**THE DATA:**
export const reviewerDecisionSchema = z.object({
  reviewerId: z.string(),
  reviewerName: z.string(),
  decision: reviewDecisionSchema.nullable(),
  note: z.string().nullable(),
  decidedAt: timestampSchema.nullable(),
})
export type ReviewerDecision = z.infer<typeof reviewerDecisionSchema>

export const reviewSchema = z.object({
  id: z.string(),
  snapshotId: z.string(),
  snapshotHash: z.string(),
  snapshotMessage: z.string(),
  sheetId: z.string(),
  sheetTitle: z.string(),
  labId: z.string(),
  requestedBy: z.string(),
  requestedByName: z.string(),
  note: z.string(),
  createdAt: timestampSchema,
  /** `changes-requested` when anyone asked for changes, `approved` when everyone approved, else `open`. */
  state: reviewStateSchema,
  decisions: z.array(reviewerDecisionSchema),
})
export type Review = z.infer<typeof reviewSchema>

/**
 * GET /api/labs/:labId/reviews (any member) → 200: `waiting` asks the caller and they have not decided; `requested`
 * were asked by the caller; `decided` are every other review of the lab that is no longer open. Newest first.
 * GET /api/snapshots/:snapshotId/reviews (any member) → 200 { reviews }.
 */
export const reviewQueueReply = z.object({ waiting: z.array(reviewSchema), requested: z.array(reviewSchema), decided: z.array(reviewSchema) })
export type ReviewQueue = z.infer<typeof reviewQueueReply>
export const reviewsReply = z.object({ reviews: z.array(reviewSchema) })
export type ReviewsReply = z.infer<typeof reviewsReply>

// comments

/**
 * POST /api/sheets/:sheetId/comments {cellId, text, snapshotId?, parentId?} (owner, editor, reviewer) → 201 Comment.
 * A reply names its thread's first comment as `parentId` (and inherits its cell and snapshot). `@Name` of a member
 * (their name without spaces, or the part of their e-mail before @) mails them.
 */
export const createCommentBody = z.object({
  cellId: z.string().min(1).max(64),
  text: z.string({ message: 'required' }).trim().min(1, 'must not be empty').max(4000, 'must be at most 4000 characters'),
  snapshotId: z.string().min(1).optional(),
  parentId: z.string().min(1).optional(),
})
export type CreateCommentBody = z.infer<typeof createCommentBody>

**WORK REQUEST:** Once you reach the line containing "export type Review = z.infer<typeof", output that line and each one after it exactly, ending with the final line of the listing and adding nothing else.

**SOLUTION TO THIS TASK:**
export type Review = z.infer<typeof reviewSchema>

/**
 * GET /api/labs/:labId/reviews (any member) → 200: `waiting` asks the caller and they have not decided; `requested`
 * were asked by the caller; `decided` are every other review of the lab that is no longer open. Newest first.
 * GET /api/snapshots/:snapshotId/reviews (any member) → 200 { reviews }.
 */
export const reviewQueueReply = z.object({ waiting: z.array(reviewSchema), requested: z.array(reviewSchema), decided: z.array(reviewSchema) })
export type ReviewQueue = z.infer<typeof reviewQueueReply>
export const reviewsReply = z.object({ reviews: z.array(reviewSchema) })
export type ReviewsReply = z.infer<typeof reviewsReply>

// comments

/**
 * POST /api/sheets/:sheetId/comments {cellId, text, snapshotId?, parentId?} (owner, editor, reviewer) → 201 Comment.
 * A reply names its thread's first comment as `parentId` (and inherits its cell and snapshot). `@Name` of a member
 * (their name without spaces, or the part of their e-mail before @) mails them.
 */
export const createCommentBody = z.object({
  cellId: z.string().min(1).max(64),
  text: z.string({ message: 'required' }).trim().min(1, 'must not be empty').max(4000, 'must be at most 4000 characters'),
  snapshotId: z.string().min(1).optional(),
  parentId: z.string().min(1).optional(),
})
export type CreateCommentBody = z.infer<typeof createCommentBody>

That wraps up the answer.